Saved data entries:
[Start of Attachment]

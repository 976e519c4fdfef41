using System.Numerics;

namespace Stochastic.Chains.Kernels;

/// <summary>
/// A non-negative number of about 32 digits, the unevaluated sum of two doubles, with an exponent of its own: no product or quotient
/// under- or overflows. The value is (High + Low) · 2^(512 · Block) with High from 2⁻²⁵⁶ up to 2²⁵⁶ and |Low| ≤ u · High, or zero.
/// </summary>
/// <remarks>
/// With u = 2⁻⁵³ each operation has a relative error of at most <see cref="OperationError"/> = 12 u² (Dekker 1971; for sharper constants
/// Joldes, Muller and Popescu 2017): a sum of two such numbers loses at most 3 u² (rounding of Low + Low and of its sum with the error of
/// High + High), a product 6 u² (Low · Low is left out, two fused roundings), a quotient 11 u² (two roundings of the remainder, one of its
/// quotient, and the divisor's Low left out there), each times 1 + 8 u for terms of higher order. All errors of products of the highs are
/// exact because nothing is below 2⁻⁵¹² before it is brought back into its block. In a sum of numbers two blocks or more apart the smaller
/// one is less than 2⁻⁵¹² of the larger and is left out.
/// </remarks>
internal readonly record struct ScaledDoubleDouble :
    IAdditionOperators<ScaledDoubleDouble, ScaledDoubleDouble, ScaledDoubleDouble>,
    IMultiplyOperators<ScaledDoubleDouble, ScaledDoubleDouble, ScaledDoubleDouble>,
    IDivisionOperators<ScaledDoubleDouble, ScaledDoubleDouble, ScaledDoubleDouble>
{
    /// <summary>The bound on the relative error of one operation, 12 · 2⁻¹⁰⁶.</summary>
    internal const double OperationError = 12 * UnitRoundoff * UnitRoundoff;

    private const double UnitRoundoff = 1.1102230246251565e-16;
    private const int BlockBits = 512;
    private const double BlockTop = 1.157920892373162e77;
    private const double BlockBottom = 1 / BlockTop;
    private const double BlockUp = BlockTop * BlockTop;
    private const double BlockDown = 1 / BlockUp;

    private ScaledDoubleDouble(double high, double low, long block)
    {
        if (high >= BlockTop)
        {
            (high, low, block) = (high * BlockDown, low * BlockDown, block + 1);
        }
        else if (high < BlockBottom)
        {
            (high, low, block) = (high * BlockUp, low * BlockUp, high == 0 ? 0 : block - 1);
        }

        (High, Low, Block) = (high, low, block);
    }

    internal static ScaledDoubleDouble One { get; } = new(1, 0, 0);

    internal double High { get; }

    internal double Low { get; }

    internal long Block { get; }

    internal bool IsZero => High == 0;

    /// <summary>The power of two of the number: it lies from 2^Exponent up to, not including, 2^(Exponent + 1); not for zero.</summary>
    internal long Exponent => (BlockBits * Block) + Math.ILogB(High);

    /// <summary>The number high + low, where |low| is at most half a unit in the last place of high.</summary>
    internal static ScaledDoubleDouble OfParts(double high, double low) => Normalized(high, low);

    public static implicit operator ScaledDoubleDouble(double value) => Normalized(value, 0);

    public static ScaledDoubleDouble operator +(ScaledDoubleDouble first, ScaledDoubleDouble second)
    {
        if (first.Block != second.Block)
        {
            return AddAcrossBlocks(first, second);
        }

        var (high, low) = DoubleDouble.Add(first.High, first.Low, second.High, second.Low);
        return new(high, low, first.Block);
    }

    public static ScaledDoubleDouble operator *(ScaledDoubleDouble first, ScaledDoubleDouble second)
    {
        var (high, low) = DoubleDouble.Multiply(first.High, first.Low, second.High, second.Low);
        return new(high, low, first.Block + second.Block);
    }

    public static ScaledDoubleDouble operator /(ScaledDoubleDouble first, ScaledDoubleDouble second)
    {
        var (high, low) = DoubleDouble.Divide(first.High, first.Low, second.High, second.Low);
        return new(high, low, first.Block - second.Block);
    }

    /// <summary>The number as high + low, where high is from 2⁻⁷⁶⁸ up to 2²⁵⁶ or zero; what low loses there is less than 2⁻³⁰⁰ of it.</summary>
    internal bool TryGetParts(out double high, out double low)
    {
        var scale = Block == 0 ? 1 : BlockDown;
        (high, low) = (High * scale, Low * scale);
        return Block is 0 or -1;
    }

    /// <summary>
    /// The number times a power of two as the nearest double, where that is normal; outside the range subnormal, zero or infinite.
    /// </summary>
    internal double ToDouble(long scale = 0) => IsZero ? 0 : Math.ScaleB(High, (int)Math.Clamp((BlockBits * Block) + scale, -4000, 4000));

    /// <summary>
    /// The first minus the second number, or zero where that would be negative; off by at most <see cref="OperationError"/> of their sum.
    /// </summary>
    internal static ScaledDoubleDouble Difference(ScaledDoubleDouble first, ScaledDoubleDouble second)
    {
        if (second.IsZero || first.Block > second.Block + 1)
        {
            return first;
        }

        if (first.IsZero || first.Block < second.Block)
        {
            return default;
        }

        var scale = first.Block == second.Block ? 1 : BlockDown;
        var (high, low) = DoubleDouble.Add(first.High, first.Low, -second.High * scale, -second.Low * scale);
        return high > 0 ? Shifted(Normalized(high, low), first.Block) : default;
    }

    /// <summary>The square root as a double, off by at most 3/2 u of itself.</summary>
    internal double SquareRoot() => IsZero ? 0 : Math.ScaleB(Math.Sqrt(High), (int)Math.Clamp(BlockBits / 2 * Block, -4000, 4000));

    private static ScaledDoubleDouble Shifted(ScaledDoubleDouble number, long blocks) => new(number.High, number.Low, number.Block + blocks);

    private static ScaledDoubleDouble AddAcrossBlocks(ScaledDoubleDouble first, ScaledDoubleDouble second)
    {
        if (first.IsZero || second.IsZero)
        {
            return first.IsZero ? second : first;
        }

        var (large, small) = first.Block > second.Block ? (first, second) : (second, first);
        if (large.Block - small.Block > 1)
        {
            return large;
        }

        var (high, low) = DoubleDouble.Add(large.High, large.Low, small.High * BlockDown, small.Low * BlockDown);
        return new(high, low, large.Block);
    }

    /// <summary>Brings any double into a block; one step reaches 2^±768 and two reach every double.</summary>
    private static ScaledDoubleDouble Normalized(double high, double low)
    {
        var once = new ScaledDoubleDouble(high, low, 0);
        return new(once.High, once.Low, once.Block);
    }
}
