namespace Stochastic.Chains.Kernels;

/// <summary>The nodes that can be reached from a set of nodes in any number of steps, none included; O(nodes + arcs).</summary>
internal readonly struct Reachability(IEnumerable<int> sources) : IGraphAlgorithm<bool[]>
{
    public bool[] Run<TGraph>(TGraph graph)
        where TGraph : struct, IGraph
    {
        var reached = new bool[graph.NodeCount];
        var waiting = new Stack<int>();
        foreach (var source in sources)
        {
            reached[source] = true;
            waiting.Push(source);
        }

        while (waiting.TryPop(out var node))
        {
            var cursor = graph.FirstCursor(node);
            for (var target = graph.NextTarget(node, ref cursor); target >= 0; target = graph.NextTarget(node, ref cursor))
            {
                if (!reached[target])
                {
                    reached[target] = true;
                    waiting.Push(target);
                }
            }
        }

        return reached;
    }
}
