using System.Runtime.CompilerServices;
using System.Runtime.Intrinsics;

namespace Stochastic.Chains.Kernels;

/// <summary>Multiplies packed panels into a row-major target, edges included.</summary>
internal static class PanelProduct<TKernel>
    where TKernel : struct, ITileKernel
{
    /// <summary>Adds the product of row panels of a depth (rows x inner) and tiles (inner x columns) to the target.</summary>
    internal static void Add(ref double rowPanels, ColumnTiles<TKernel> tiles, int depth, int inner, MatrixView target, int rows, int columns)
    {
        var whole = rows / TKernel.Width * TKernel.Width;
        for (var row = 0; row < whole; row += TKernel.Width)
        {
            AddPanel(ref Unsafe.Add(ref rowPanels, (nint)row * depth), tiles, depth, inner, target.From(row, 0), columns);
        }

        if (whole < rows)
        {
            AddLastPanel(
                ref Unsafe.Add(ref rowPanels, (nint)whole * depth), tiles, depth, inner, target.From(whole, 0), rows - whole, columns);
        }
    }

    private static bool IsHalf(int edge) => TKernel.Width == 2 * HalfTiles512.Side && edge <= HalfTiles512.Side;

    private static void AddPanel(ref double rowPanel, ColumnTiles<TKernel> tiles, int depth, int inner, MatrixView target, int columns)
    {
        var column = 0;
        for (; column + TKernel.TileColumns <= columns; column += TKernel.TileColumns)
        {
            TKernel.AddTile(
                ref rowPanel, ref tiles[column], tiles.Stride, inner, ref target[0, column], target.Stride, TKernel.Width);
        }

        ref var columnPanel = ref tiles[column];
        for (; column + TKernel.Width <= columns; column += TKernel.Width)
        {
            TKernel.AddNarrowTile(ref rowPanel, ref columnPanel, tiles.Stride, inner, ref target[0, column], target.Stride);
            columnPanel = ref Unsafe.Add(ref columnPanel, TKernel.Width);
        }

        if (column < columns)
        {
            AddLastColumns(ref rowPanel, ref columnPanel, tiles.Stride, inner, target.From(0, column), columns - column);
        }
    }

    private static void AddLastColumns(ref double rowPanel, ref double columnPanel, nint stride, int inner, MatrixView target, int columns)
    {
        if (IsHalf(columns) && columns == HalfTiles512.Side)
        {
            HalfTiles512.AddThinTile(ref rowPanel, ref columnPanel, stride, inner, ref target[0, 0], target.Stride);
            return;
        }

        Span<double> tile = stackalloc double[TKernel.Width * TKernel.Width];
        tile.Clear();
        if (IsHalf(columns))
        {
            HalfTiles512.AddThinTile(ref rowPanel, ref columnPanel, stride, inner, ref tile[0], TKernel.Width);
        }
        else
        {
            TKernel.AddNarrowTile(ref rowPanel, ref columnPanel, stride, inner, ref tile[0], TKernel.Width);
        }

        AddRows(ref tile[0], TKernel.Width, target, TKernel.Width, columns);
    }

    private static void AddLastPanel(ref double rowPanel, ColumnTiles<TKernel> tiles, int depth, int inner, MatrixView target, int rows, int columns)
    {
        Span<double> tile = stackalloc double[TKernel.Width * TKernel.TileColumns];
        for (var column = 0; column < columns; column += TKernel.TileColumns)
        {
            ref var columnPanel = ref tiles[column];
            tile.Clear();
            if (IsHalf(rows))
            {
                HalfTiles512.AddLowTile(ref rowPanel, ref columnPanel, tiles.Stride, inner, ref tile[0], TKernel.TileColumns);
            }
            else
            {
                TKernel.AddTile(ref rowPanel, ref columnPanel, tiles.Stride, inner, ref tile[0], TKernel.TileColumns, TKernel.Width);
            }

            AddRows(ref tile[0], TKernel.TileColumns, target.From(0, column), rows, Math.Min(TKernel.TileColumns, columns - column));
        }
    }

    /// <summary>Adds the part of a tile that lies inside the target.</summary>
    private static void AddRows(ref double tile, int stride, MatrixView target, int rows, int columns)
    {
        for (var row = 0; row < rows; row++)
        {
            ref var source = ref Unsafe.Add(ref tile, row * stride);
            ref var sum = ref target[row, 0];
            nint column = 0;
            for (; column + Vector256<double>.Count <= columns; column += Vector256<double>.Count)
            {
                ref var place = ref Unsafe.Add(ref sum, column);
                (Vector256.LoadUnsafe(ref place) + Vector256.LoadUnsafe(ref Unsafe.Add(ref source, column))).StoreUnsafe(ref place);
            }

            for (; column < columns; column++)
            {
                Unsafe.Add(ref sum, column) += Unsafe.Add(ref source, column);
            }
        }
    }
}
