namespace CratePoolLog;

/// <summary>The invented rules by which a crate lives: where it is at the end of a week, given where it was a week before.</summary>
internal static class CrateLife
{
    /// <summary>Cases out of 10,000; row = stage at the end of a week, column = stage at the end of the next one.</summary>
    private static readonly int[][] Weekly =
    [
        //  clean filled at shop dirty  wash repair lost scrapped
        [3_800, 4_610, 1_585,     0,     0,     0,    5,     0], // clean
        [    0, 2_300, 7_270,   415,     0,     0,   15,     0], // filled
        [  120,     0, 6_160, 3_180,   390,   110,   40,     0], // at shop
        [2_250,   180,     0, 2_900, 4_130,   510,   20,    10], // returned dirty
        [7_135,   650,     0,     0, 1_350,   860,    5,     0], // in wash
        [2_950,     0,     0,     0, 1_000, 5_700,    0,   350], // in repair
    ];

    private static readonly Dictionary<(Stage From, Stage To), Stage[]> Ways = new()
    {
        [(Stage.Clean, Stage.AtShop)] = [Stage.Filled],
        [(Stage.Filled, Stage.ReturnedDirty)] = [Stage.AtShop],
        [(Stage.AtShop, Stage.InWash)] = [Stage.ReturnedDirty],
        [(Stage.AtShop, Stage.InRepair)] = [Stage.ReturnedDirty],
        [(Stage.AtShop, Stage.Clean)] = [Stage.ReturnedDirty, Stage.InWash],
        [(Stage.ReturnedDirty, Stage.Clean)] = [Stage.InWash],
        [(Stage.ReturnedDirty, Stage.Filled)] = [Stage.InWash, Stage.Clean],
        [(Stage.ReturnedDirty, Stage.Scrapped)] = [Stage.InRepair],
        [(Stage.InWash, Stage.Filled)] = [Stage.Clean],
        [(Stage.InRepair, Stage.Clean)] = [Stage.InWash],
    };

    /// <summary>Draws the stage a week later.</summary>
    internal static Stage NextWeek(Stage stage, SplitMix64 random)
    {
        var draw = random.Below(10_000);
        var next = 0;
        foreach (var cases in Weekly[(int)stage])
        {
            if (draw < cases)
            {
                break;
            }

            draw -= cases;
            next++;
        }

        return (Stage)next;
    }

    /// <summary>The stages that a crate passes through and is scanned in on its way, its new stage last.</summary>
    internal static Stage[] Way(Stage from, Stage to) => Ways.TryGetValue((from, to), out var between) ? [.. between, to] : [to];
}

[End of Attachment]

▸ Prompt
From the records above, print exactly the lines that run from the line with "public static ScaledDoubleDouble operator +(ScaledDoubleDouble" to the line with "(high, low) = (High", inclusive.

▸ Solution
    public static ScaledDoubleDouble operator +(ScaledDoubleDouble first, ScaledDoubleDouble second)
    {
        if (first.Block != second.Block)
        {
            return AddAcrossBlocks(first, second);
        }

        var (high, low) = DoubleDouble.Add(first.High, first.Low, second.High, second.Low);
        return new(high, low, first.Block);
    }

    public static ScaledDoubleDouble operator *(ScaledDoubleDouble first, ScaledDoubleDouble second)
    {
        var (high, low) = DoubleDouble.Multiply(first.High, first.Low, second.High, second.Low);
        return new(high, low, first.Block + second.Block);
    }

    public static ScaledDoubleDouble operator /(ScaledDoubleDouble first, ScaledDoubleDouble second)
    {
        var (high, low) = DoubleDouble.Divide(first.High, first.Low, second.High, second.Low);
        return new(high, low, first.Block - second.Block);
    }

    /// <summary>The number as high + low, where high is from 2⁻⁷⁶⁸ up to 2²⁵⁶ or zero; what low loses there is less than 2⁻³⁰⁰ of it.</summary>
    internal bool TryGetParts(out double high, out double low)
    {
        var scale = Block == 0 ? 1 : BlockDown;
        (high, low) = (High * scale, Low * scale);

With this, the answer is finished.